- Born: April 26, 1956 (age 70) Dyker Heights, Brooklyn, U.S.

= Primo Cassarino =

American mobster

Primo Cassarino (born April 26, 1956) is a New York mobster who became an enforcer for Gambino crime family, and extorted money from actor Steven Seagal.

==Foulest mouth in Brooklyn==
Born in 1956 to first generation immigrants from Sicily, Italy, Cassarino was the son of a longshoreman. His cousin is Gambino soldier Mario Cassarino. As a young man, Primo Cassarino joined the Gambino family and eventually became a made man, or full member. Cassarino belonged to Gambino capo Anthony "Sonny" Ciccone's crew, soon becoming the leading "bagman" and extortionist on the Staten Island, New York waterfront. Cassarino's legitimate job was as a sanitation worker for the New York Department of Sanitation. In 1991, Cassarino was injured falling off a garbage truck. Over the next 15 years, he was involved in litigation with the City for a special disability pension.

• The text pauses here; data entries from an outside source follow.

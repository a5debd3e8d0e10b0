"""Natural frequencies and mode shapes against exact solutions."""

import importlib.util
import sys
from pathlib import Path
from types import ModuleType

import numpy as np
import pytest
from numpy.typing import NDArray

from crossbank_service.methods import beam_frequency as bf

STIFFNESS = 190e9 * np.pi / 64.0 * (0.0508**4 - (0.0508 - 0.0061) ** 4)
MASS = 5.05271


def _beside(name: str) -> ModuleType:
    """Load a generator of the reference folder."""
    path = Path(__file__).parents[2] / "reference" / f"{name}.py"
    spec = importlib.util.spec_from_file_location(name, path)
    assert spec is not None
    assert spec.loader is not None
    module = importlib.util.module_from_spec(spec)
    sys.modules[name] = module
    spec.loader.exec_module(module)
    return module


exact = _beside("exact_beams")
bends = _beside("generate_u_bends")


def _modes(spans: list[list[float]], ends: int, force: float = 0.0, modes: int = 4) -> bf.Modes:
    array = np.array(spans)
    n = len(array)
    return bf.tube_modes(
        spans_m=array,
        stiffness_n_m2=np.full(n, STIFFNESS),
        mass_kg_m=np.full(n, MASS),
        ends=np.full(n, ends),
        axial_force_n=np.full(n, force),
        modes=modes,
    )


@pytest.mark.parametrize(
    ("ends", "fixed"),
    [(bf.PINNED, (False, False)), (bf.FIXED_PINNED, (True, False)), (bf.FIXED, (True, True))],
)
@pytest.mark.parametrize("force", [0.0, -25e3, 40e3])
@pytest.mark.parametrize("spans", [[1.8], [1.0, 1.8, 1.3], [0.6, 1.1, 0.9, 1.4, 0.7]])
def test_elements_agree_with_the_exact_determinant(
    ends: int, fixed: tuple[bool, bool], force: float, spans: list[float]
) -> None:
    """Unequal spans, either end and axial force: the lowest four modes to 0.05 %, never below the exact."""
    wanted = np.array(
        exact.exact_frequencies(spans, STIFFNESS, MASS, fixed=fixed, axial_force=force, modes=4)
    )
    got = _modes([spans], ends, force).frequency_hz[0]
    assert np.all(got >= wanted * (1.0 - 1e-8))
    np.testing.assert_allclose(got, wanted, rtol=5e-4)


def test_printed_frequencies_of_three_unequal_spans() -> None:
    """Values calculated elsewhere, to the digits printed, by the elements and by the exact determinant."""
    spans = [1.0, 1.8, 1.3]
    for ends, fixed, force, printed in (
        (bf.FIXED, (True, True), 0.0, [53.455, 118.888]),
        (bf.PINNED, (False, False), 0.0, [48.522]),
        (bf.FIXED, (True, True), -40e3, [46.489]),
    ):
        n = len(printed)
        sure = exact.exact_frequencies(spans, STIFFNESS, MASS, fixed=fixed, axial_force=force, modes=n)
        assert sure == pytest.approx(printed, abs=5e-4)
        assert _modes([spans], ends, force, modes=10).frequency_hz[0, :n] == pytest.approx(printed, abs=7e-4)


def test_equal_spans_follow_the_periodic_beam() -> None:
    """One to eight equal spans give the table's lambda for every kind of ends."""
    for ends in (bf.PINNED, bf.FIXED_PINNED, bf.FIXED):
        for count in (1, 2, 3, 5, 8):
            lam = bf.equal_span_eigenvalue(np.array([float(count)]), np.array([ends]))[0]
            wanted = lam**2 / (2.0 * np.pi) * np.sqrt(STIFFNESS / MASS)
            assert _modes([[1.0] * count], ends).frequency_hz[0, 0] == pytest.approx(wanted, rel=1e-4)


def test_cantilever_and_ten_modes_of_one_span() -> None:
    """The free end vibrates at 1.8751^2, and the tenth mode of one pinned span is (10 pi)^2 to 0.1 %."""
    base = np.sqrt(STIFFNESS / MASS) / (2.0 * np.pi)
    assert _modes([[1.0]], bf.FIXED_FREE).frequency_hz[0, 0] == pytest.approx(1.875104**2 * base, rel=1e-5)
    ten = _modes([[1.0]], bf.PINNED, modes=10).frequency_hz[0]
    np.testing.assert_allclose(ten, (np.arange(1, 11) * np.pi) ** 2 * base, rtol=1e-3)


def test_pinned_shape_has_its_closed_form_integrals() -> None:
    """sin(k pi x/L): mean square L/2, mean modulus 2 L/pi, largest displacement 1, whatever the mode."""
    modes = _modes([[1.3]], bf.PINNED)
    np.testing.assert_allclose(np.sum(modes.squared_m[0], axis=(-1, -2)), 0.65, rtol=2e-3)
    np.testing.assert_allclose(np.sum(modes.absolute_m[0], axis=(-1, -2)), 2.6 / np.pi, rtol=3e-3)
    np.testing.assert_allclose(modes.modal_mass_m, np.sum(modes.squared_m, axis=(-1, -2)), rtol=1e-14)
    sine = np.sin(np.pi * np.linspace(0.0, 1.0, 9))
    np.testing.assert_allclose(np.abs(modes.shape[0, 0, 0]), sine, atol=1e-4)


def test_lowest_mode_of_two_pinned_spans_is_antisymmetric() -> None:
    """Both spans carry half of the mode."""
    modes = _modes([[1.0, 1.0]], bf.PINNED)
    shares = np.sum(modes.squared_m[0, 0], axis=-1)
    assert shares[0] == pytest.approx(shares[1], rel=1e-6)
    assert modes.shape[0, 0, 0, 4] == pytest.approx(-modes.shape[0, 0, 1, 4], rel=1e-6)


def test_a_tube_beside_others_keeps_every_bit() -> None:
    """Span counts, ends, forces and padding of the neighbours change no bit of a tube's result."""
    rng = np.random.default_rng(5)
    n, most = 23, 9
    spans = rng.uniform(0.3, 2.0, (n, most))
    for i in range(n):
        spans[i, 1 + i % most :] = 0.0
    ends = rng.integers(0, 4, n)
    data: dict[str, NDArray[np.float64]] = {
        "stiffness_n_m2": rng.uniform(1e3, 3e4, n),
        "mass_kg_m": rng.uniform(1.0, 6.0, n),
        "axial_force_n": rng.uniform(-3e3, 3e4, n),
    }
    ratio = rng.uniform(1.0, 2.0, (n, most))
    together = bf.tube_modes(spans_m=spans, ends=ends, mass_ratio=ratio, modes=6, **data)
    for i in range(n):
        used = 1 + i % most
        only = slice(i, i + 1)
        own = {key: values[only] for key, values in data.items()}
        mass_ratio = ratio[only, :used]
        alone = bf.tube_modes(
            spans_m=spans[only, :used], ends=ends[only], mass_ratio=mass_ratio, modes=6, **own
        )
        assert np.array_equal(alone.frequency_hz[0], together.frequency_hz[i])
        assert np.array_equal(alone.modal_mass_m[0], together.modal_mass_m[i])
        assert np.array_equal(alone.squared_m[0], together.squared_m[i, :, :used])
        assert np.array_equal(alone.absolute_m[0], together.absolute_m[i, :, :used])
        assert np.array_equal(alone.shape[0], together.shape[i, :, :used])


def test_buckled_tube_has_no_frequency_and_says_so() -> None:
    """Beyond the Euler load of a pinned span the lowest frequency is 0 and the tube is not stable."""
    euler = np.pi**2 * STIFFNESS / 1.8**2
    below, above = _modes([[1.8]], bf.PINNED, -0.99 * euler), _modes([[1.8]], bf.PINNED, -1.01 * euler)
    assert below.stable[0]
    assert below.frequency_hz[0, 0] > 0.0
    assert not above.stable[0]
    assert above.frequency_hz[0, 0] == 0.0
    assert np.all(np.isfinite(above.modal_mass_m))


def test_heavier_span_lowers_the_frequency_like_a_heavier_tube() -> None:
    """A mass ratio of four in every span halves all frequencies."""
    spans = np.array([[0.9, 1.2]])
    one = np.ones(1)
    plain, heavy = (
        bf.tube_modes(
            spans_m=spans,
            stiffness_n_m2=one,
            mass_kg_m=one,
            ends=np.array([bf.FIXED]),
            axial_force_n=0.0 * one,
            mass_ratio=np.full((1, 2), ratio),
        )
        for ratio in (1.0, 4.0)
    )
    np.testing.assert_allclose(heavy.frequency_hz, 0.5 * plain.frequency_hz, rtol=1e-9)
    np.testing.assert_allclose(heavy.modal_mass_m, 4.0 * plain.modal_mass_m, rtol=1e-9)


def test_axial_factor_of_built_in_spans_errs_as_stated() -> None:
    """At half the critical load the form is 0.6 and 0.8 % low, at all of it in tension 0.9 and 1.3 high."""
    for ends, k, low, high in ((bf.FIXED_PINNED, 0.69916, -0.6, 0.9), (bf.FIXED, 0.5, -0.8, 1.3)):
        critical = np.pi**2 * STIFFNESS / (k * 1.8) ** 2
        for share, percent in ((-0.5, low), (1.0, high)):
            element = _modes([[1.8]], ends, share * critical).frequency_hz[0, 0]
            closed = bf.single_span_frequency(
                length_m=np.array([1.8]),
                stiffness_n_m2=np.array([STIFFNESS]),
                mass_kg_m=np.array([MASS]),
                ends=np.array([ends]),
                axial_force_n=np.array([share * critical]),
            )[0]
            assert 100.0 * (closed / element - 1.0) == pytest.approx(percent, abs=0.06)


def test_equal_spans_needed_is_the_smallest_number_that_does() -> None:
    """The number found reaches the frequency in the element model, one less does not."""
    wanted = 60.0
    count = bf.equal_spans_needed(
        required_frequency_hz=np.array([wanted]),
        total_length_m=np.array([6.0]),
        stiffness_n_m2=np.array([STIFFNESS]),
        mass_kg_m=np.array([MASS]),
        ends=np.array([bf.FIXED]),
        axial_force_n=np.zeros(1),
    )
    n = int(count[0])
    assert _modes([[6.0 / n] * n], bf.FIXED).frequency_hz[0, 0] >= wanted
    assert _modes([[6.0 / (n - 1)] * (n - 1)], bf.FIXED).frequency_hz[0, 0] < wanted


def test_every_second_support_absent_joins_spans_in_pairs() -> None:
    """An odd last span stays by itself."""
    joined = bf.without_alternate_supports(np.array([[1.0, 0.5, 0.7], [0.4, 0.6, 0.0]]))
    np.testing.assert_allclose(joined, [[1.5, 0.7], [1.0, 0.0]])


def test_span_frequencies_take_each_span_on_pins() -> None:
    """(pi/L)^2 for a present span, something out of the way for an absent one."""
    f = bf.span_frequencies(
        spans_m=np.array([[1.0, 2.0, 0.0]]),
        stiffness_n_m2=np.ones(1),
        mass_kg_m=np.ones(1),
        axial_force_n=np.zeros(1),
    )
    np.testing.assert_allclose(f[0, :2], [0.5 * np.pi, 0.125 * np.pi], rtol=1e-14)
    assert f[0, 2] > 1e5


def test_u_bend_table_is_that_of_the_generator_and_of_the_ring() -> None:
    """Between and at the nodes the frame of straight elements agrees; without legs Love's ring does."""
    for leg in (0.0, 0.5, 1.1, 2.0, 3.9):
        out, inside = bf.u_bend_frequency(
            bend_radius_m=np.ones(1),
            leg_length_m=np.array([leg]),
            stiffness_n_m2=np.ones(1),
            mass_kg_m=np.ones(1),
        )
        for value, in_plane in ((out, False), (inside, True)):
            wanted = bends.converged(leg, in_plane=in_plane, elements=16) / (2.0 * np.pi)
            assert value[0] == pytest.approx(wanted, rel=4e-3)
    # Roots of the sixth-order equations of a clamped semicircle, Poisson's ratio 0.3, found to nine digits.
    out, inside = bf.u_bend_frequency(
        bend_radius_m=np.ones(1), leg_length_m=np.zeros(1), stiffness_n_m2=np.ones(1), mass_kg_m=np.ones(1)
    )
    assert 2.0 * np.pi * out[0] == pytest.approx(1.819343977, abs=1e-4)
    assert 2.0 * np.pi * inside[0] == pytest.approx(4.384429997, abs=1e-4)


def test_long_legs_extend_the_u_bend_on_the_low_side() -> None:
    """Beyond the table the frequency is below that of the frame, and falls steadily."""
    values = []
    for leg in (4.0, 5.0, 6.0):
        out, inside = bf.u_bend_frequency(
            bend_radius_m=np.ones(1),
            leg_length_m=np.array([leg]),
            stiffness_n_m2=np.ones(1),
            mass_kg_m=np.ones(1),
        )
        values.append(out[0])
        assert 2.0 * np.pi * out[0] <= 1.001 * bends.converged(leg, in_plane=False, elements=12)
        assert 2.0 * np.pi * inside[0] <= 1.001 * bends.converged(leg, in_plane=True, elements=12)
    assert values[0] > values[1] > values[2] > 0.0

Cassarino's own lawyer once observed that his client had "the foulest mouth in Brooklyn." At one point, law enforcement recorded Cassarino berating a debtor who was late on a loan payment:

a greaseball [bleeping bleep]. ... You're a greaseball no good [bleeper]. ... You're a [bleeping] slimy [bleeper]. ... You better hope I don't see your [bleeping] face . . .

In 1997, Ciccone started receiving extortion payments from Carmine Ragucci, a leader of the Conservative Party of New York State and a terminal owner. It quickly became Cassarino's job to transfer these payments from Ragucci to Ciccone.

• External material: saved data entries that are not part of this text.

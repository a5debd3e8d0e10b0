"""The records of the plain-bank methods, the registry and the range notes."""

import inspect
from dataclasses import fields

import numpy as np
import pytest
from tests.unit.methods.outside_plain_banks import DROP, HEAT, Quantities

from crossbank_service.methods import METHODS, DerivedLimit, Limit, Method, by_slug, in_range, in_role, method
from crossbank_service.methods.nomenclature import NOMENCLATURE

PLAIN = (*HEAT, *DROP)
BANK: Quantities = {
    "reynolds": np.full((3, 4), 2e4),
    "prandtl": np.full((3, 4), 0.7),
    "transverse_pitch_ratio": np.array([[1.5], [2.0], [4.0]]),
    "longitudinal_pitch_ratio": np.array([[1.5], [2.0], [2.0]]),
    "arrangement": np.array([[1.0], [0.0], [1.0]]),
    "rows": np.full((3, 1), 12.0),
    "gas": np.ones((3, 1)),
}


def _slug(record: Method) -> str:
    return record.slug


@pytest.mark.parametrize("record", PLAIN, ids=_slug)
def test_record_and_signature_name_the_same_quantities(record: Method) -> None:
    """Inputs are the parameters without default, options those with one, in the nomenclature's words."""
    parameters = inspect.signature(record.function).parameters.values()
    needed = tuple(p.name for p in parameters if p.default is inspect.Parameter.empty)
    optional = tuple(p.name for p in parameters if p.default is not inspect.Parameter.empty)
    assert needed == record.inputs
    assert optional == record.options
    assert {*needed, *optional, record.gives} <= set(NOMENCLATURE)


@pytest.mark.parametrize("record", PLAIN, ids=_slug)
def test_docstring_explains_every_parameter(record: Method) -> None:
    """Each parameter stands in the docstring, and the notes give a source or formula."""
    text = inspect.getdoc(record.function) or ""
    for name in (*record.inputs, *record.options):
        assert name in text
    assert "Notes" in text


@pytest.mark.parametrize("record", PLAIN, ids=_slug)
def test_limits_name_quantities_of_the_nomenclature(record: Method) -> None:
    """Every limit can be judged: a known quantity, at least one side, an arrangement the method has."""
    for limit in record.limits:
        assert limit.quantity in NOMENCLATURE
    every: tuple[Limit | DerivedLimit, ...] = (*record.limits, *record.derived_limits)
    for either in every:
        assert either.at_least is not None or either.at_most is not None
        assert either.arrangement in {None, *record.arrangements}
    assert 0.0 < record.standard_uncertainty_fraction <= record.scatter_fraction


@pytest.mark.parametrize("record", PLAIN, ids=_slug)
def test_range_is_judged_case_by_case_with_a_sentence_only_where_it_breaks(record: Method) -> None:
    """The mask has the shape of the quantities; a case has a note exactly when one of its places is out."""
    within, notes = in_range(record, BANK)
    assert within.shape == (3, 4)
    assert [note is not None for note in notes] == (~within.all(axis=1)).tolist()
    assert len(notes) == 3


def test_note_names_quantity_values_and_limit() -> None:
    """A person reads what was given and what would do."""
    record = method("outside_pressure_drop", "jakob-1938")
    within, notes = in_range(
        record, {"reynolds": np.array([[900.0, 1500.0], [3e3, 4e3]]), "rows": np.array([[4.0], [10.0]])}
    )
    assert within.tolist() == [[False, False], [True, True]]
    assert notes[0] == (
        "Outside the range of jakob-1938: Reynolds number 900 to 1500 is below 2000; rows 4 is below 10."
    )
    assert notes[1] is None


def test_limit_of_one_arrangement_leaves_the_other_alone() -> None:
    """A longitudinal pitch of 0.8 is within Gaddis & Gnielinski staggered, not in line."""
    record = method("outside_pressure_drop", "gaddis-gnielinski-1985")
    bank = {"reynolds": 1e4, "transverse_pitch_ratio": 2.5, "longitudinal_pitch_ratio": 0.8, "rows": 10.0}
    within, notes = in_range(record, {**bank, "arrangement": np.array([1.0, 0.0])})
    assert within.tolist() == [True, False]
    assert "longitudinal pitch ratio 0.8 is below 1.2" in (notes[1] or "")


def test_registry_holds_every_record_once() -> None:
    """By slug, by role, and both."""
    records = [record for records in METHODS.values() for record in records]
    assert len({(record.role, record.slug) for record in records}) == len(records)
    for record in records:
        assert method(record.role, record.slug) is record
        assert record in by_slug(record.slug)
        assert record in in_role(record.role)
    assert set(PLAIN) <= {record for record in records if "plain" in record.surfaces}


def test_unknown_method_is_refused_with_the_ones_there_are() -> None:
    """The message lists the slugs of the role."""
    with pytest.raises(KeyError, match=r"no method 'jakob-1939'.*jakob-1938"):
        method("outside_pressure_drop", "jakob-1939")
    assert by_slug("jakob-1939") == ()


def test_records_are_values() -> None:
    """Frozen, so no caller can change what the next one reads."""
    assert Method.__dataclass_params__.frozen  # type: ignore[attr-defined]
    assert "function" in {field.name for field in fields(Method)}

In April 2001, Cassarino was tasked with delivering cash payments from Ciccone to Gambino boss Peter Gotti. The two mobsters would meet on a street in the Howard Beach neighborhood of Queens.

==Steven Seagal==
In January 2001, Cassarino participated in an extortion attempt against actor Steven Seagal, who had recently terminated a business partnership with Julius R. Nasso, a Staten Island movie producer who was friends with Ciccone. Allegedly at Nasso's request, Cassarino and other crew members picked up Seagal by car to bring him to a meeting with Ciccone. Cassarino had these comments about Seagal refusing to sit in the front seat:

How the [expletive] do you put him in the back, he's six-foot-what, five? He didn't want nobody to shoot him in the [expletive] head. If he was sitting in the front, I'm right behind him.

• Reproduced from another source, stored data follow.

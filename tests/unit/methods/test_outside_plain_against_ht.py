"""Plain-bank methods against the independent library ht, where its functions are sound."""

from typing import Any

import numpy as np
import pytest
from ht import conv_tube_bank
from ht.conv_external import Nu_cylinder_Churchill_Bernstein
from scipy.interpolate import bisplev

from crossbank_service.methods import method

HEAT = "outside_heat_transfer"
ESDU = method(HEAT, "esdu-73031")
GNIELINSKI = method(HEAT, "gnielinski-1979")
CYLINDER = method(HEAT, "churchill-bernstein-1977")
ULINSKAS = method("outside_pressure_drop", "zukauskas-ulinskas-1988")


@pytest.mark.parametrize("staggered", [False, True])
@pytest.mark.parametrize("rows", [3, 6, 12])
@pytest.mark.parametrize("reynolds", [100.0, 2e4, 5e5])
def test_esdu_equals_the_library(staggered: bool, rows: int, reynolds: float) -> None:
    """The library tells the arrangement by the pitches, equal in line, unequal staggered."""
    expected = conv_tube_bank.Nu_ESDU_73031(
        Re=reynolds,
        Pr=4.0,
        tube_rows=rows,
        pitch_parallel=0.05 if not staggered else 0.04,
        pitch_normal=0.05,
        Pr_wall=3.0,
    )
    value = ESDU.function(
        reynolds=reynolds, prandtl=4.0, prandtl_wall=3.0, arrangement=float(staggered), rows=float(rows)
    )
    assert float(value) == pytest.approx(expected, rel=1e-12)


@pytest.mark.parametrize(("a", "b", "staggered"), [(2.0, 2.0, False), (1.5, 1.3, True), (2.5, 1.6, True)])
@pytest.mark.parametrize("rows", [4, 10])
def test_gnielinski_equals_the_library_on_its_own_length_and_velocity(
    a: float, b: float, staggered: bool, rows: int
) -> None:
    """The library wants Re on pi d/2 with the empty duct's velocity and gives Nu on that length."""
    d = 0.025
    own = 3e4
    expected = conv_tube_bank.Nu_HEDH_tube_bank(
        Re=own, Pr=0.7, Do=d, tube_rows=rows, pitch_parallel=b * d, pitch_normal=a * d
    )
    value: Any = GNIELINSKI.function(
        reynolds=own / (0.5 * np.pi) / ((a - 1.0) / a),
        prandtl=0.7,
        transverse_pitch_ratio=a,
        longitudinal_pitch_ratio=b,
        arrangement=float(staggered),
        rows=float(rows),
    )
    assert float(value) * 0.5 * np.pi == pytest.approx(expected, rel=1e-12)


@pytest.mark.parametrize("reynolds", [10.0, 3e3, 2e5, 2e6])
def test_single_cylinder_equals_the_library(reynolds: float) -> None:
    """In an in-line bank of pitch two the approach has half the Reynolds number of the gap."""
    value = CYLINDER.function(
        reynolds=2.0 * reynolds,
        prandtl=0.7,
        transverse_pitch_ratio=2.0,
        longitudinal_pitch_ratio=2.0,
        arrangement=0.0,
    )
    assert float(value) == pytest.approx(Nu_cylinder_Churchill_Bernstein(reynolds, 0.7), rel=1e-12)


@pytest.mark.parametrize("pitch", [1.25, 1.5, 2.0, 2.5])
@pytest.mark.parametrize("reynolds", [3e3, 1e4, 3e4, 1e5])
@pytest.mark.parametrize("staggered", [False, True])
def test_euler_fits_follow_the_digitised_charts(pitch: float, reynolds: float, staggered: bool) -> None:
    """Curves read from the Zukauskas charts and fits of the same charts agree within 20 %."""
    if staggered:
        curves = conv_tube_bank.dP_staggered_f_tck
        b = pitch * np.sqrt(3.0) / 2.0
    else:
        curves = conv_tube_bank.dP_inline_f_tck
        b = pitch
    chart = float(bisplev(np.array([reynolds]), np.array([pitch]), curves))
    value = ULINSKAS.function(
        reynolds=reynolds,
        transverse_pitch_ratio=pitch,
        longitudinal_pitch_ratio=b,
        arrangement=float(staggered),
        rows=10.0,
    )
    assert float(value) == pytest.approx(chart, rel=0.20)
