def test_range_is_judged_by_fins_and_layout() -> None:
    """Diameter and pitch quotient outside Wang's data are both named; a fitting bank has no note."""
    wang = finned_plate.RECORDS[0]
    inside, notes = in_range(wang, {"reynolds": 2000.0, "prandtl": 0.7, "rows": 3.0, **PLATE})
    assert inside
    assert notes[0] is None
    wide = {**PLATE, "diameter_m": 0.02, "transverse_pitch_m": 0.031}
    inside, notes = in_range(wang, {"reynolds": 2000.0, "prandtl": 0.7, "rows": 3.0, **wide})
    assert not inside
    text = notes[0]
    assert text is not None
    assert "diameter" in text
    assert "transverse over longitudinal pitch" in text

At the meeting, Ciccone bluntly told Seagal that he had a choice of making four promised movies with Nasso or paying Nasso a penalty of $150,000 per movie. If Seagal refused, Ciccone would kill him. Seagal, who later claimed that he brought a handgun to the meeting, was able to stall Ciccone and escape the meeting unharmed.

==Conviction==
On March 17, 2003, Cassarino, Peter Gotti, Ciccone, and Richard V. Gotti were convicted of labor racketeering, extortion, and 63 other counts under the Racketeer Influenced and Corrupt Organizations Act. Seagal testified for the prosecution about the mobsters' extortion attempt.

In August 2004, Cassarino received an 11½-year prison sentence. At his sentencing, Cassarino said that the mob life was finished. He begged his children to continue with their education and make decent lives for themselves. Soon after his sentencing, Cassarino became a government witness in hopes of reducing his sentence.

In 2005, Cassarino testified for the prosecution in the trial of Genovese crime family capo Lawrence Ricci.